1688. Anomalous Diffusion Tensor Imaging
Matt G. Hall 1 , Thomas Richard Barrick 2
1 Dept of Computer Science, University College London, London, United Kingdom; 2 Centre for Clinical Neuroscience, Division of
Cardiac & Vasculas Sciences, St Georges, University of London, London, United Kingdom
The theory of anomalous diffusion applied to diffusion imaging predicts a stretched-exponential form for the decay of diffusion-weighted signal with b-
value. We generalise this to consider diretional anisotropy of the parameters of the stretched-exponential form. The resulting technique (anomalous diffusion
tensor imaging) provides estimates of tensors describing diffusivity and tissue heteroegeneity in each scan voxel. We apprly the technique to healthy in vivo
data and use the resulting tensors to infer tissue microstructure perform streamline tractography in the corpus callosum.

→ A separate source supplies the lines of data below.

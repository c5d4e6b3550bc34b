package yamlpos

// Opening the files the project reads. Every input file — a profile, a
// loop, a scenario, a links file, a lab topology, an empirical delay's
// samples, a probe trace — goes through OpenInputFile or ReadInputFile,
// which accept only a regular file (after following symbolic links) no
// larger than the cap of its kind, checked before a byte is read. A named
// pipe is never opened for reading in a way that could block: the path is
// checked with stat first, then opened with O_NONBLOCK and checked again
// on the open descriptor, so a file swapped for a pipe in between is
// refused too.

import (
	"bytes"
	"errors"
	"fmt"
	"io"
	"io/fs"
	"os"
	"strconv"
	"strings"
	"syscall"
)

// Caps on the size of input files, in bytes, checked before reading.
const (
	// MaxYAMLBytes caps a YAML file: profile, loop, scenario, links file,
	// lab topology (1 MiB). The largest tree a YAML file may hold is
	// MaxNodes values; a megabyte holds that many comfortably in any
	// layout a person writes, and it keeps what the YAML parser builds
	// before that count is checked to tens of megabytes.
	MaxYAMLBytes = 1 << 20
	// MaxSamplesBytes caps an empirical delay's samples file (16 MiB):
	// MaxSamples delays of a line each, with room for comments.
	MaxSamplesBytes = 16 << 20
	// MaxTraceBytes caps a probe trace (1 GiB): the longest run `impair
	// probe` makes (MaxTraceProbes probes) writes lines of about 80
	// bytes, so every trace it writes fits.
	MaxTraceBytes = 1 << 30
)

// FileError is an input file that could not be used as one: it does not
// exist or cannot be opened (Err holds the system's error), it is not a
// regular file, or it is larger than its cap. Its message names what the
// file is for and its path:
//
//	reading profile: open x.yaml: no such file or directory
//	profile x.yaml: not a regular file (a named pipe)
//	profile x.yaml: 52428800 bytes, want at most 1048576 (1 MiB)
type FileError struct {
	What string // what the file is for: "profile", "loop file", "trace", …
	Path string
	Msg  string // what is wrong with it; "" when Err says it
	Err  error
}

func (e *FileError) Error() string {
	if e.Msg == "" {
		return fmt.Sprintf("reading %s: %v", e.What, e.Err)
	}
	return fmt.Sprintf("%s %s: %s", e.What, e.Path, e.Msg)
}

// Unwrap returns the system's error, if any.
func (e *FileError) Unwrap() error { return e.Err }

// Reason is the error without what and path: "no such file or
// directory", "not a regular file (a named pipe)".
func (e *FileError) Reason() string {
	if e.Msg != "" {
		return e.Msg
	}
	var pe *fs.PathError
	if errors.As(e.Err, &pe) {
		return pe.Err.Error()
	}
	return e.Err.Error()
}

// OpenInputFile opens path for reading when it is a regular file of at
// most limit bytes, and returns it with its size. what says what the file
// is for, in messages ("profile", "trace"). Errors are *FileError.
func OpenInputFile(path, what string, limit int64) (*os.File, int64, error) {
	st, err := os.Stat(path)
	if err != nil {
		return nil, 0, &FileError{What: what, Path: path, Err: asOpenError(path, err)}
	}
	if err := checkInput(path, what, st, limit); err != nil {
		return nil, 0, err
	}
	// O_NONBLOCK: should the path have become a named pipe since the
	// stat, opening it returns at once instead of waiting for a writer.
	f, err := os.OpenFile(path, os.O_RDONLY|syscall.O_NONBLOCK, 0)
	if err != nil {
		return nil, 0, &FileError{What: what, Path: path, Err: err}
	}
	st2, err := f.Stat()
	if err != nil {
		f.Close()
		return nil, 0, &FileError{What: what, Path: path, Err: err}
	}
	if err := checkInput(path, what, st2, limit); err != nil {
		f.Close()
		return nil, 0, err
	}
	return f, st2.Size(), nil
}

// ReadInputFile reads the whole of path when it is a regular file of at
// most limit bytes (see OpenInputFile). A file that grows past limit
// while it is read is refused too.
func ReadInputFile(path, what string, limit int64) ([]byte, error) {
	f, size, err := OpenInputFile(path, what, limit)
	if err != nil {
		return nil, err
	}
	defer f.Close()
	var b bytes.Buffer
	b.Grow(int(size) + bytes.MinRead)
	if _, err := b.ReadFrom(io.LimitReader(f, limit+1)); err != nil {
		return nil, &FileError{What: what, Path: path, Err: err}
	}
	if int64(b.Len()) > limit {
		return nil, tooLarge(path, what, int64(b.Len()), limit, true)
	}
	return b.Bytes(), nil
}

// LimitedReader returns a reader of f that fails once more than limit
// bytes have been read (a file that grows while it is read).
func LimitedReader(f io.Reader, path, what string, limit int64) io.Reader {
	return &capReader{r: f, left: limit, path: path, what: what, limit: limit}
}

type capReader struct {
	r           io.Reader
	left, limit int64
	path, what  string
}

func (c *capReader) Read(p []byte) (int, error) {
	if c.left < 0 {
		return 0, tooLarge(c.path, c.what, c.limit+1, c.limit, true)
	}
	if int64(len(p)) > c.left+1 {
		p = p[:c.left+1]
	}
	n, err := c.r.Read(p)
	c.left -= int64(n)
	if c.left < 0 {
		return n, tooLarge(c.path, c.what, c.limit+1, c.limit, true)
	}
	return n, err
}

func asOpenError(path string, err error) error {
	var pe *fs.PathError
	if errors.As(err, &pe) {
		return &fs.PathError{Op: "open", Path: path, Err: pe.Err}
	}
	return err
}

func checkInput(path, what string, st fs.FileInfo, limit int64) error {
	if !st.Mode().IsRegular() {
		return &FileError{What: what, Path: path, Msg: "not a regular file (" + fileKind(st.Mode()) + ")"}
	}
	if st.Size() > limit {
		return tooLarge(path, what, st.Size(), limit, false)
	}
	return nil
}

func tooLarge(path, what string, size, limit int64, grew bool) error {
	got := strconv.FormatInt(size, 10) + " bytes"
	if grew {
		got = "more than " + strconv.FormatInt(limit, 10) + " bytes (it grew while read)"
	}
	return &FileError{What: what, Path: path, Msg: fmt.Sprintf("%s, want at most %d (%s)", got, limit, byteSize(limit))}
}

// byteSize spells a power-of-two size: "1 MiB".
func byteSize(n int64) string {
	switch {
	case n >= 1<<30 && n%(1<<30) == 0:
		return strconv.FormatInt(n>>30, 10) + " GiB"
	case n >= 1<<20 && n%(1<<20) == 0:
		return strconv.FormatInt(n>>20, 10) + " MiB"
	case n >= 1<<10 && n%(1<<10) == 0:
		return strconv.FormatInt(n>>10, 10) + " KiB"
	}
	return strconv.FormatInt(n, 10) + " B"
}

// fileKind names what a non-regular file is.
func fileKind(m fs.FileMode) string {
	switch {
	case m.IsDir():
		return "a directory"
	case m&fs.ModeNamedPipe != 0:
		return "a named pipe"
	case m&fs.ModeSocket != 0:
		return "a socket"
	case m&fs.ModeCharDevice != 0:
		return "a character device"
	case m&fs.ModeDevice != 0:
		return "a block device"
	case m&fs.ModeSymlink != 0:
		return "a symbolic link"
	}
	return "not a plain file: " + m.Type().String()
}

// maxToken is the most characters of input text a message quotes.
const maxToken = 40

// Token quotes a piece of input text for a message: at most 40
// characters, cut at a character boundary with "…" after, and quoted with
// strconv.Quote so that control characters and invalid UTF-8 come out as
// escapes, never as raw bytes. A message shows no more of a file than
// this.
func Token(s string) string {
	cut := false
	n := 0
	for i := range s {
		if n == maxToken {
			s, cut = s[:i], true
			break
		}
		n++
	}
	q := strconv.Quote(s)
	if cut {
		q += "…"
	}
	return q
}

// ShownNumber is a field of a line-based file (a samples file, a trace)
// that should have been a number, as a message shows it: quoted when it
// looks like a mistyped value (at most 24 letters, digits, points and
// signs), else only said to be something else, so that a message never
// repeats a line of a file that is not a delay list at all (no line of a
// password or configuration file passes).
func ShownNumber(s string) string {
	return shown(s, "text that is not a number", func(r rune) bool {
		return r == '.' || r == '+' || r == '-' || r == '_' || r == 'µ' || r == 'μ' || isWordRune(r)
	})
}

// ShownWord is like ShownNumber for a field that should have been a word
// (a column name, a status): quoted when it is a short word of letters,
// digits and underscores.
func ShownWord(s string) string {
	return shown(s, "text that is not one", func(r rune) bool { return r == '_' || isWordRune(r) })
}

// shown quotes s when it is at most 24 bytes of runes that fit; else it
// is other.
func shown(s, other string, fits func(rune) bool) string {
	if s == "" {
		return "nothing"
	}
	if len(s) <= 24 && !strings.ContainsFunc(s, func(r rune) bool { return !fits(r) }) {
		return Token(s)
	}
	return other
}

// isWordRune is an ASCII letter or digit.
func isWordRune(r rune) bool {
	return ('0' <= r && r <= '9') || ('a' <= r && r <= 'z') || ('A' <= r && r <= 'Z')
}
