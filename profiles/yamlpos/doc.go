// Package yamlpos reads the project's input files: it opens a file only if
// it is a regular file under the cap of its kind, counts a YAML file's
// values before parsing it, and walks the parsed nodes so that every error
// names the file, the line, the key path and what was expected.
//
// Place in the flow: the first step of every run. Every file a command
// reads — profile, scenario, loop, links file, lab topology, empirical
// samples, probe trace — enters through this package (profiles, the
// relay's links parser and deploy/lab decode with it); nothing here knows
// what the files mean.
package yamlpos
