namespace GemIndex.Bench.Accuracy;

/// <summary>
/// The engine's answer for one batch line, reduced to what the benchmark scores: the leading species and its
/// confidence, the first three species, the leading origin within the leading species and its share of that species,
/// and whether "nothing fits" was raised.
/// </summary>
internal sealed record EngineAnswer(
    string Species,
    double Confidence,
    IReadOnlyList<string> TopSpecies,
    string? Origin,
    double OriginShare,
    bool NothingFits);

1689. Spectral Decomposition of a 4-Rank Tensor and Applications to Generalised Diffusion Tensor Imaging
Marta Morgado Correia 1,2 , Guy B. Williams 2
1 MRC Cognition and Brain Sciences Unit, Cambridge, Cambridgeshire, United Kingdom; 2 Wolfson Brain Imaging Centre,
Cambridge, Cambridgeshire, United Kingdom
In this work we show how spectral decomposition of a 4-rank generalised diffusion tensor can be used to characterise brain structure, including the definition
of two metrics of anisotropy that do not depend on the arbitrary choice of a normalising function and its parameters.